The most impacting strokes are that of the steady small stream over its bed rocks rather than the thunder that falls mightily.

Slowly getting rancid. Worse and worse until what you thought was low was already far behind you. The bitter and foul smell settles onto your tongue and you bid your time for next lowest level, for something to shock your numb nerves.

Slow dehydration, thinning blood and alcoholic heart beats. We laugh, sweating conversations and salty skins.
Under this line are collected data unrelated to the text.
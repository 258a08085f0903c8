#include "crystal/spglib.hpp"

#include <cmath>
#include <memory>
#include <mutex>
#include <span>
#include <stdexcept>

#include <spglib.h>

#include "exact/error.hpp"

// NOLINTBEGIN(modernize-avoid-c-arrays): spglib's interface is C.

namespace spinsieve {

namespace {

constexpr int hall_numbers = 530;
constexpr int uni_numbers = 1651;

/// spglib keeps its error state in one static, so one call runs at a time.
std::mutex& door() {
  static std::mutex mutex;
  return mutex;
}

/// Translations of the database are multiples of 1/24 up to rounding.
Fraction exact_translation(double value) {
  static const std::array<Fraction, 24> multiples = [] {
    std::array<Fraction, 24> result;
    for (int n = 0; n < 24; ++n) result[static_cast<std::size_t>(n)] = Fraction(n, 24);
    return result;
  }();
  const double scaled = value * 24;
  const double rounded = std::floor(scaled + 0.5);
  if (!(std::abs(scaled - rounded) < 1e-4))
    throw std::logic_error("a tabulated translation is no multiple of 1/24; please report");
  const int n = static_cast<int>(rounded);
  if (n >= 0 && n < 24) return multiples[static_cast<std::size_t>(n)];
  return {n, 24};
}

Operation exact_operation(const int (&rotation)[3][3], const double (&translation)[3]) {
  Operation operation;
  for (std::size_t i = 0; i < 3; ++i) {
    for (std::size_t j = 0; j < 3; ++j) operation.rotation[i][j] = rotation[i][j];
    operation.translation[i] = exact_translation(translation[i]);
  }
  return operation;
}

std::string trimmed(std::string_view text) {
  while (!text.empty() && text.back() == ' ') text.remove_suffix(1);
  while (!text.empty() && text.front() == ' ') text.remove_prefix(1);
  return std::string(text);
}

void require_hall_number(int hall_number) {
  if (hall_number < 1 || hall_number > hall_numbers)
    throw Error("hall number " + std::to_string(hall_number) + "; it must lie within 1 to 530");
}

void require_uni_number(int uni_number) {
  if (uni_number < 1 || uni_number > uni_numbers)
    throw Error("UNI number " + std::to_string(uni_number) + "; it must lie within 1 to 1651");
}

/// "P 1 2_1/n 1" to "P 2_1/n".
std::string without_ones(const std::string& full) {
  std::string text;
  for (std::size_t i = 0; i < full.size(); ++i) {
    const bool one = full[i] == ' ' && i + 1 < full.size() && full[i + 1] == '1' &&
                     (i + 2 == full.size() || full[i + 2] == ' ');
    if (one)
      ++i;
    else
      text += full[i];
  }
  return text;
}

/// The symbol of the setting from "P 2_1/c = P 1 1 2_1/b = P 2_1/b": the group type, the full
/// symbol and, in some settings, a short one.
std::string short_symbol(std::string_view listed, const std::string& full,
                         const std::string& choice) {
  std::vector<std::string> parts;
  while (true) {
    const std::size_t end = listed.find('=');
    parts.push_back(trimmed(listed.substr(0, end)));
    if (end == std::string_view::npos) break;
    listed.remove_prefix(end + 1);
  }
  if (parts.size() == 1) return parts[0];
  if (parts.size() == 3) return parts[2];
  return choice.find('b') != std::string::npos ? without_ones(full) : full;
}

}  // namespace

HallSetting hall_setting(int hall_number) {
  require_hall_number(hall_number);
  const SpglibSpacegroupType type = [hall_number] {
    const std::scoped_lock lock(door());
    return spg_get_spacegroup_type(hall_number);
  }();
  if (type.number < 1)
    throw std::logic_error("no entry for hall number " + std::to_string(hall_number));
  HallSetting setting;
  setting.hall_number = hall_number;
  setting.number = type.number;
  setting.symbol_full = trimmed(type.international_full);
  setting.hall_symbol = trimmed(type.hall_symbol);
  setting.choice = trimmed(type.choice);
  setting.symbol_short = short_symbol(type.international, setting.symbol_full, setting.choice);
  // The table names this one setting of No. 68 without its e glide.
  if (hall_number == 331) setting.symbol_short = "B b e b";
  return setting;
}

std::vector<Operation> hall_operations(int hall_number) {
  require_hall_number(hall_number);
  int rotations[192][3][3];
  double translations[192][3];
  int count = 0;
  {
    const std::scoped_lock lock(door());
    count = spg_get_symmetry_from_database(rotations, translations, hall_number);
  }
  if (count < 1)
    throw std::logic_error("no operations for hall number " + std::to_string(hall_number));
  std::vector<Operation> operations;
  operations.reserve(static_cast<std::size_t>(count));
  for (int i = 0; i < count; ++i)
    operations.push_back(exact_operation(rotations[i], translations[i]));
  return operations;
}

namespace {

struct MadeUpCrystal {
  double lattice[3][3];  ///< Columns a, b, c in Å; right-handed.
  std::vector<std::array<double, 3>> atoms;
  std::vector<int> types;
};

/// Lower triangle rows of Cholesky's factor are the axes, some ten Å long.
void set_lattice(MadeUpCrystal& crystal, const IntMetric& G, double volume) {
  double L[3][3] = {};
  for (std::size_t i = 0; i < 3; ++i)
    for (std::size_t j = 0; j <= i; ++j) {
      auto sum = static_cast<double>(G[i][j]);
      for (std::size_t k = 0; k < j; ++k) sum -= L[i][k] * L[j][k];
      L[i][j] = i == j ? std::sqrt(sum) : sum / L[j][j];
    }
  const double scale = std::cbrt(volume / (L[0][0] * L[1][1] * L[2][2]));
  for (std::size_t i = 0; i < 3; ++i)
    for (std::size_t j = 0; j < 3; ++j) crystal.lattice[j][i] = scale * L[i][j];
}

double draw(std::uint64_t& state) {
  state = state * 6364136223846793005U + 1442695040888963407U;
  return static_cast<double>(state >> 33U) / static_cast<double>(std::uint64_t{1} << 31U);
}

void add_orbit(MadeUpCrystal& crystal, std::span<const Operation> operations, int type,
               std::uint64_t& state) {
  const std::array<double, 3> start{draw(state), draw(state), draw(state)};
  for (const Operation& operation : operations) {
    std::array<double, 3> image{};
    for (std::size_t i = 0; i < 3; ++i) {
      image[i] = operation.translation[i].to_double();
      for (std::size_t j = 0; j < 3; ++j) image[i] += operation.rotation[i][j] * start[j];
      image[i] -= std::floor(image[i]);
    }
    crystal.atoms.push_back(image);
    crystal.types.push_back(type);
  }
}

/// The data set, in the axes of the first setting of its type, which are those of the standard
/// setting; null on failure.
std::unique_ptr<SpglibDataset, void (*)(SpglibDataset*)> dataset(MadeUpCrystal& crystal) {
  constexpr double tolerance = 1e-5;  // Å, with axes of some ten Å and exact input.
  std::vector<double> positions;
  for (const std::array<double, 3>& atom : crystal.atoms)
    positions.insert(positions.end(), atom.begin(), atom.end());
  const std::scoped_lock lock(door());
  return {spg_get_dataset(
              crystal.lattice,
              reinterpret_cast<double(*)[3]>(positions.data()),  // NOLINT: three numbers an atom.
              crystal.types.data(), static_cast<int>(crystal.types.size()), tolerance),
          spg_free_dataset};
}

}  // namespace

std::optional<FoundSymmetry> search_symmetry(std::span<const Operation> operations,
                                             const IntMetric& G, std::uint64_t seed) {
  MadeUpCrystal crystal{};
  std::uint64_t state = seed;
  add_orbit(crystal, operations, 1, state);
  add_orbit(crystal, operations, 2, state);
  set_lattice(crystal, G, 100.0 * static_cast<double>(crystal.atoms.size()));
  const auto found = dataset(crystal);
  if (!found || found->n_operations != static_cast<int>(operations.size())) return std::nullopt;
  FoundSymmetry result;
  result.number = found->spacegroup_number;
  for (std::size_t i = 0; i < 3; ++i)
    for (std::size_t j = 0; j < 3; ++j)
      result.transformation[i][j] = found->transformation_matrix[i][j];
  return result;
}

MagneticType magnetic_type(int uni_number) {
  require_uni_number(uni_number);
  const SpglibMagneticSpacegroupType type = [uni_number] {
    const std::scoped_lock lock(door());
    return spg_get_magnetic_spacegroup_type(uni_number);
  }();
  if (type.number < 1)
    throw std::logic_error("no entry for UNI number " + std::to_string(uni_number));
  MagneticType result;
  result.uni_number = uni_number;
  result.bns_number = trimmed(type.bns_number);
  result.og_number = trimmed(type.og_number);
  result.number = type.number;
  result.type = type.type;
  return result;
}

std::vector<PrimedOperation> magnetic_operations(int uni_number, int hall_number) {
  require_uni_number(uni_number);
  if (hall_number != 0) require_hall_number(hall_number);
  int rotations[384][3][3];
  double translations[384][3];
  int time_reversals[384];
  int count = 0;
  {
    const std::scoped_lock lock(door());
    count = spg_get_magnetic_symmetry_from_database(rotations, translations, time_reversals,
                                                    uni_number, hall_number);
  }
  if (count < 1)
    throw Error("UNI number " + std::to_string(uni_number) + " has no operations in the setting " +
                std::to_string(hall_number) +
                "; the hall number must belong to its space-group family, or be 0");
  std::vector<PrimedOperation> operations;
  operations.reserve(static_cast<std::size_t>(count));
  for (int i = 0; i < count; ++i)
    operations.push_back({exact_operation(rotations[i], translations[i]), time_reversals[i] != 0});
  return operations;
}

}  // namespace spinsieve

// NOLINTEND(modernize-avoid-c-arrays)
We breath the oxides, some hydrogen mostly carbon - from strangers' lungs. Pass it on. You are falling and floating, among so many friends yet so alone.

You seem to trust these friends because they seem to oxidize you. Excite you to new levels. The drink they gave you really did. The three of them, you could name them each, you were sure, but they were all one and the rest of the strangers seem to be blurred into three's and two's. Polymerization. Everything seemed linked and blurred to a jumbled mess. The three of your friends merged into a single ominous stranger.

You are happy, ecstatic and who the hell cares about metaphors? If you think you're oxidized, you are.

Break down, break down. Seeing colors in the dark, disco lights, what a headache.

Too bright. Hide away.

Tripping.

Tripping and falling over things from other dimension, the ominous stranger in front of you slipped their hand into your pocket, which one of the three was it? Or was it truly just a stranger? Vision like a flip-book animation, with every page the faces changed. But the fingers were clear, they held onto something as they faded away.

Weird. Why would they want your wallet?